Sunday, September 7, 2008

No Sex, Please – We’re Irish Crime Writers

The great thing about these writers’ events is that you get to swank around for a few hours pretending that you’re a writer. And all the other writers play along. Which is nice of them, but then crime writers do tend to be a fairly friendly and generous bunch …
  Anyhoos, on Saturday morning – for the ‘Forty Shades of Grey: Real Fiction, Real Ireland’ panel, moderated by Mick Halpin, aka Critical Mick – I got to hang out with Ruth Dudley Edwards (right), Brian McGilloway, Gene Kerrigan and Arlene Hunt. All went well, with the conversation developing into something of a debate on journalism as the first draft of history versus crime fiction as its second, and the notion of social realism and truth / fact being mediated through fiction got a good airing too. And not only that, but Critical Mick did his best to give the gig a bit of added class by reciting some Louis MacNeice poetry relevant to crime fiction. Nice.
  After lunch, Declan Hughes interviewed John Connolly, during which John read from next year’s THE LOVERS, and chatted at length about THE BOOK OF LOST THINGS. Which was pretty cool, because we don’t hear John Connolly – or indeed anyone else – talking enough about THE BOOK OF LOST THINGS. It’s a stone-cold classic, and the good news is that there’s a rumour circulating that he may be gearing up for another non-crime standalone.

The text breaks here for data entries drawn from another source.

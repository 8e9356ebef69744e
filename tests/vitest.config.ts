import path from 'node:path';
import { defineConfig } from 'vitest/config';

const root = path.resolve(import.meta.dirname, '..');

export default defineConfig({
  root,
  resolve: {
    alias: { '@': root, 'server-only': path.join(root, 'node_modules/server-only/empty.js') },
  },
  test: {
    include: ['{lib,policies,db,jobs,components}/**/*.test.{ts,tsx}', 'tests/published/**/*.test.ts', 'tests/faults/**/*.test.ts', 'tests/support/**/*.test.ts'],
    benchmark: { include: ['tests/bench/**/*.bench.ts'] },
    globalSetup: 'tests/support/template-db.ts',
    pool: 'threads',
    testTimeout: 20_000,
    env: { TZ: process.env.TZ ?? 'UTC', NODE_ENV: 'test' },
  },
});
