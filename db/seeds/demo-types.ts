import type { Knex } from 'knex';
import type { SignedIn } from '@/lib/server/user-context';
import type { EpochSeconds, LocalDate } from '@/lib/time';
import type { TermRow } from '../terms';
import type { DemoTeacher } from './demo-people';
import type { Random } from './random';

export type DemoStudent = { id: string; familyId: string; name: string; isAdult: boolean; level: number; key?: 'ada' | 'ben' | 'theo' | 'abena' };
export type DemoRoom = { id: string; name: string; siteIndex: 0 | 1 };
export type House = {
  db: Knex; random: Random; now: EpochSeconds; today: LocalDate; zone: string; owner: SignedIn; subjectId: string; legalEntityId: string; siteIds: readonly [string, string];
  rooms: DemoRoom[]; teachers: (DemoTeacher & { id: string; engagementId: string })[]; students: DemoStudent[]; terms: Record<'last' | 'current' | 'next', TermRow>;
  passwordHash: string;
};
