import type { House } from './demo-types';
import { layLadder } from './demo-ladder';
import { layPayments, layPrices, layTuitionRun } from './demo-money';
import { layPayRuns, layRates } from './demo-pay';
import { layPractice } from './demo-practice';

/** Bills, payments, pay, the ladder and the practice of the past two terms, made by the same operations as the screens use. */
export async function layHistory(house: House): Promise<void> {
  await layPrices(house);
  await layTuitionRun(house, house.terms.last, { instalments: 1 });
  await layPayments(house, house.terms.last, { allPaid: true });
  await layTuitionRun(house, house.terms.current, { instalments: 3 });
  await layPayments(house, house.terms.current, { allPaid: false });
  await layRates(house);
  await layPayRuns(house);
  await layLadder(house);
  await layPractice(house);
}
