import { PageHeader } from '@/components/ui/page-header';
import { calendarChoices } from '@/lib/calendar/server/calendar-week';
import { readStudents } from '@/lib/people/server/read-students';
import { requireContextTo } from '@/lib/server/context';
import { clockOf, isLocalDate } from '@/lib/time';
import { BookForm } from './_components/book-form';

export const metadata = { title: 'Book' };
type Asked = { teacher?: string; room?: string; date?: string; start?: string; length?: string };

export default async function BookPage({ searchParams }: { searchParams: Promise<Asked> }) {
  const context = await requireContextTo('create', 'Occurrence');
  const asked = await searchParams;
  const students = (await readStudents(context)).map(({ id, name }) => ({ value: id, label: name }));
  const startMin = Number(asked.start);
  const first = {
    teacherId: asked.teacher ?? null, roomId: asked.room ?? '', localDate: asked.date && isLocalDate(asked.date) ? asked.date : context.today,
    start: asked.start && Number.isInteger(startMin) ? clockOf(startMin) : '', lengthMinutes: Number(asked.length) || 30,
  };
  return (
    <div className="max-w-[560px]">
      <PageHeader title="Book" sub="One lesson, rehearsal, rental or tuning. What is taken is refused, with a sentence that says who has it." />
      <BookForm choices={await calendarChoices(context)} students={students} first={first} />
    </div>
  );
}
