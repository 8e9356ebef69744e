import 'server-only';
import type * as z from 'zod';
import { findInvoice, sharesFor, type InvoiceHead, type ShareRow } from '@/db/invoice-reads';
import { instalmentsFor } from '@/db/open-items';
import { changeAttempt, findAttempt, insertAttempt, liveAttempt, type PaymentAttempt } from '@/db/payment-attempts';
import { findRecipient } from '@/db/recipients';
import { findPayer } from '@/db/payers';
import { transaction } from '@/db/transaction';
import { AppError, notFound } from '@/lib/errors';
import { sumOf } from '@/lib/money';
import { env } from '@/lib/server/env';
import type { Context } from '@/lib/server/context';
import { newId } from '@/lib/server/ids';
import { assertCan } from '@/policies/ability';
import type { attemptSchema, startPaymentSchema } from '../schema';
import { cardProcessor, type CardProcessor } from './card-processor';

type Start = z.output<typeof startPaymentSchema>;

/** Seconds for which an opened page is handed out again instead of opening a new one; the processor keeps it a day. */
const PAGE_SPARE_SECONDS = 300;

/**
 * Opens the card processor's page for a payer's own share. The try and its key are on disk before the processor is
 * called, so that pressing twice, or a crash in between, opens one page and never charges twice.
 */
export async function startCardPayment({ invoiceId, what }: Start, context: Context, processor: CardProcessor = cardProcessor()): Promise<{ url: string }> {
  const { db } = context;
  const [invoice, share] = [await findInvoice(db, invoiceId), (await sharesFor(db, context.ability, [invoiceId])).find(({ payerId }) => context.actor.payerIds.includes(payerId))];
  if (!invoice || !share) throw notFound('invoice');
  assertCan(context.ability, 'create', 'Payment', { payerId: share.payerId });
  const amountMinor = await amountToPay(context, share, what);
  if (amountMinor <= 0) throw new AppError('conflict', 'This is paid already. Thank you.');
  const attempt = await transaction(db, async (trx) => {
    const live = await liveAttempt(trx, share.id);
    if (live?.amountMinor === amountMinor && isFresh(live, context.now)) return live;
    return insertAttempt(trx, { id: newId(), invoiceId, shareId: share.id, payerId: share.payerId, amountMinor, startedBy: context.actor.personId, startedAt: context.now });
  });
  if (attempt.hostedUrl) return { url: attempt.hostedUrl };
  return { url: await openPage(context, processor, { attempt, invoice, share }) };
}

const isFresh = ({ expiresAt, startedAt }: PaymentAttempt, now: number): boolean =>
  expiresAt === null ? now - startedAt < 3600 : expiresAt > now + PAGE_SPARE_SECONDS;

/** What is due now, or the next instalment when nothing is; or everything that is open. */
async function amountToPay({ db, today }: Context, share: ShareRow, what: Start['what']): Promise<number> {
  const open = (await instalmentsFor(db, [share.payerId])).filter((instalment) => instalment.shareId === share.id && instalment.openMinor > 0);
  const due = open.filter(({ dueOn }) => dueOn <= today);
  const chosen = what === 'all' ? open : due.length > 0 ? due : open.slice(0, 1);
  return sumOf(chosen.map(({ openMinor }) => openMinor));
}

type Page = { attempt: PaymentAttempt; invoice: InvoiceHead; share: ShareRow };

async function openPage(context: Context, processor: CardProcessor, { attempt, invoice, share }: Page): Promise<string> {
  const payer = await findPayer(context.db, share.payerId);
  const recipient = payer?.personId ? await findRecipient(context.db, payer.personId, 'receipt') : null;
  const home = env().NEXTAUTH_URL;
  const opened = await processor.openSession({
    attemptId: attempt.id, amountMinor: attempt.amountMinor, currency: invoice.currency, label: `${context.school.name}, invoice ${invoice.documentNo}`, email: recipient?.address ?? payer?.billingEmail ?? null,
    successUrl: `${home}/bills/paid?attempt=${attempt.id}`, cancelUrl: `${home}/bills/${invoice.id}`, idempotencyKey: attempt.idempotencyKey,
  });
  await transaction(context.db, async (trx) => {
    const current = await findAttempt(trx, attempt.id);
    const page = { sessionId: opened.sessionId, hostedUrl: opened.url, expiresAt: opened.expiresAt };
    if (current?.sessionId === null) await changeAttempt(trx, attempt.id, current.state === 'started' ? { ...page, state: 'waiting' } : page);
  });
  return opened.url;
}

export type AttemptNow = { state: 'waiting' | 'paid' | 'failed'; amountMinor: number; currency: string; invoiceId: string; documentNo: string; reason: string };

/** How a payer's own try stands, for the page they come back to. */
export async function readCardPayment({ attemptId }: z.output<typeof attemptSchema>, context: Context): Promise<AttemptNow> {
  const attempt = await findAttempt(context.db, attemptId);
  if (!attempt) throw notFound('payment');
  assertCan(context.ability, 'read', 'Payment', { payerId: attempt.payerId });
  const invoice = await findInvoice(context.db, attempt.invoiceId);
  if (!invoice) throw notFound('invoice');
  const state = attempt.state === 'paid' ? 'paid' : attempt.state === 'failed' || attempt.state === 'expired' ? 'failed' : 'waiting';
  return { state, amountMinor: attempt.amountMinor, currency: invoice.currency, invoiceId: invoice.id, documentNo: invoice.documentNo, reason: attempt.reason };
}
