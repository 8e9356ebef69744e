import 'server-only';
import { recordAudit, type AuditActor } from '@/db/audit';
import type { Trx } from '@/db/connection';
import { postJournal } from '@/db/journal';
import { takeNumber } from '@/db/number-series';
import { openItemsOf } from '@/db/open-items';
import type { Payer } from '@/db/payers';
import { insertAllocations, insertPayment, type PaymentMethod } from '@/db/payments';
import type { School } from '@/db/school';
import { say, type MoneyWords } from '@/lib/explained';
import { formatDate } from '@/lib/format';
import { sumOf } from '@/lib/money';
import { queueMail } from '@/lib/messages/server/queue-mail';
import { newId } from '@/lib/server/ids';
import type { LocalDate } from '@/lib/time';
import { allocate, type AllocationResult } from '../allocation';
import { journalOfPayment } from '../journal';
import { METHOD_WORDS } from '../schema';

export type PaymentMoment = AuditActor & { school: Pick<School, 'name' | 'locale'> };
export type Received = {
  payer: Payer; amountMinor: number; method: PaymentMethod; receivedOn: LocalDate; externalKey: string; note: string;
  /** The share that the payer chose to pay comes first. */
  shareId: string | null; cardBrand: string | null; cardLast4: string | null;
};
export type RecordedPayment = AllocationResult & { paymentId: string; receiptNo: string; steps: string[] };

/**
 * Money has come in: payment with its receipt number, allocation by the school's rule, books, receipt mail and audit,
 * inside the caller's transaction. The external key is unique, so the same money is never recorded twice.
 */
export async function recordPayment(trx: Trx, moment: PaymentMoment, received: Received): Promise<RecordedPayment> {
  const { payer, amountMinor } = received;
  const words: MoneyWords = { currency: payer.currency, locale: moment.school.locale };
  const items = await openItemsOf(trx, payer.id);
  const preferred = new Set(items.filter(({ shareId }) => shareId !== null && shareId === received.shareId).map(({ id }) => id));
  const { value, steps } = allocate(amountMinor, items, words, preferred);
  const receipt = await takeNumber(trx, payer.legalEntityId, 'receipt');
  const paymentId = newId();
  await insertPayment(trx, {
    id: paymentId, legalEntityId: payer.legalEntityId, payerId: payer.id, amountMinor, currency: payer.currency, method: received.method, receivedOn: received.receivedOn,
    receivedAt: moment.now, externalKey: received.externalKey, receiptNo: receipt.sequenceNo, receiptDocumentNo: receipt.documentNo, cardBrand: received.cardBrand,
    cardLast4: received.cardLast4, siteId: null, note: received.note, takenBy: moment.actor?.personId ?? null,
  });
  await insertAllocations(trx, value.allocations.map(({ itemId, kind, amountMinor: part, sentence }) => ({
    id: newId(), payerId: payer.id, paymentId, instalmentId: kind === 'instalment' ? itemId : null, lateFeeId: kind === 'late_fee' ? itemId : null, amountMinor: part, madeOn: received.receivedOn, sentence,
  })));
  const entry = { id: newId(), legalEntityId: payer.legalEntityId, postedOn: received.receivedOn, documentKind: 'payment' as const, documentId: paymentId, memo: `Receipt ${receipt.documentNo}`, currency: payer.currency };
  const allocatedMinor = sumOf(value.allocations.map((allocation) => allocation.amountMinor));
  await postJournal(trx, entry, journalOfPayment({ amountMinor, allocatedMinor, isCash: received.method === 'cash' }), payer.familyId);
  const recorded = { paymentId, receiptNo: receipt.documentNo, steps, ...value };
  await mailReceipt(trx, moment, received, recorded);
  await recordAudit(trx, moment, {
    action: 'receive', tableName: 'payment', rowId: paymentId, after: { amountMinor, method: received.method },
    sentence: `Received ${say(amountMinor, words)} by ${METHOD_WORDS[received.method]} from ${payer.name}, receipt ${receipt.documentNo}.`,
  });
  return recorded;
}

async function mailReceipt(trx: Trx, moment: PaymentMoment, { payer, amountMinor, method, receivedOn, cardBrand, cardLast4 }: Received, recorded: RecordedPayment): Promise<void> {
  const to = payer.personId ? { personId: payer.personId } : payer.billingEmail ? { name: payer.name, address: payer.billingEmail } : null;
  if (!to) return;
  const words = { currency: payer.currency, locale: moment.school.locale };
  const card = cardLast4 ? ` (${cardBrand ?? 'card'} ending ${cardLast4})` : '';
  await queueMail(trx, moment, to, {
    topic: 'receipt', key: `receipt:${recorded.paymentId}`, subjectRef: recorded.paymentId, subject: `Receipt ${recorded.receiptNo}`,
    lines: [`We received ${say(amountMinor, words)} by ${METHOD_WORDS[method]}${card} on ${formatDate(receivedOn, words.locale, 'full')}. Thank you.`, ...recorded.steps],
  });
}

If we hear anything, you’ll be the first to know …
  The afternoon panel was ‘Sex and Violence: How Far is Too Far?’, with John Connolly stepping in at the last minute to moderate Alex Barclay, Arlene Hunt, Brian McGilloway and yours truly. The content was a bit odd for me, given that I’d tried to write THE BIG O with an absolute minimum of violence, and I generally don’t write about sex at all (in fact, everyone on the panel dealt with violence, which forced John Connolly to read aloud a snippet about Charlie Parker’s trouble with socks and sex, a Homeric effort on his part given that his mother was in the audience). The questions basically centred on the extent to which crime fiction glamorises violence, with the general consensus being that writing violence is the means by which writers and readers strive to understand the kind of mind that will achieve what it wants regardless of others’ discomfort and pain, not an end in itself.
  The hard work (!) out of the way, yours truly headed for the pub for a dry sherry and a 2-0 win for Ireland over Georgia in the first World Cup qualifier, a fine result which set the tone for an evening’s blather about books in the company of fellow scribes Stuart Neville (right) and Shay Bagnall, and blogger extraordinaire Peter Rozovsky, who has just been nominated for a blogging award. Nice. Talking books with a drink in your hand – is there a finer way to waste a Saturday evening? If there is, I’m all ears. Although not just yet … yon hangover is just starting to kick in. Slainté.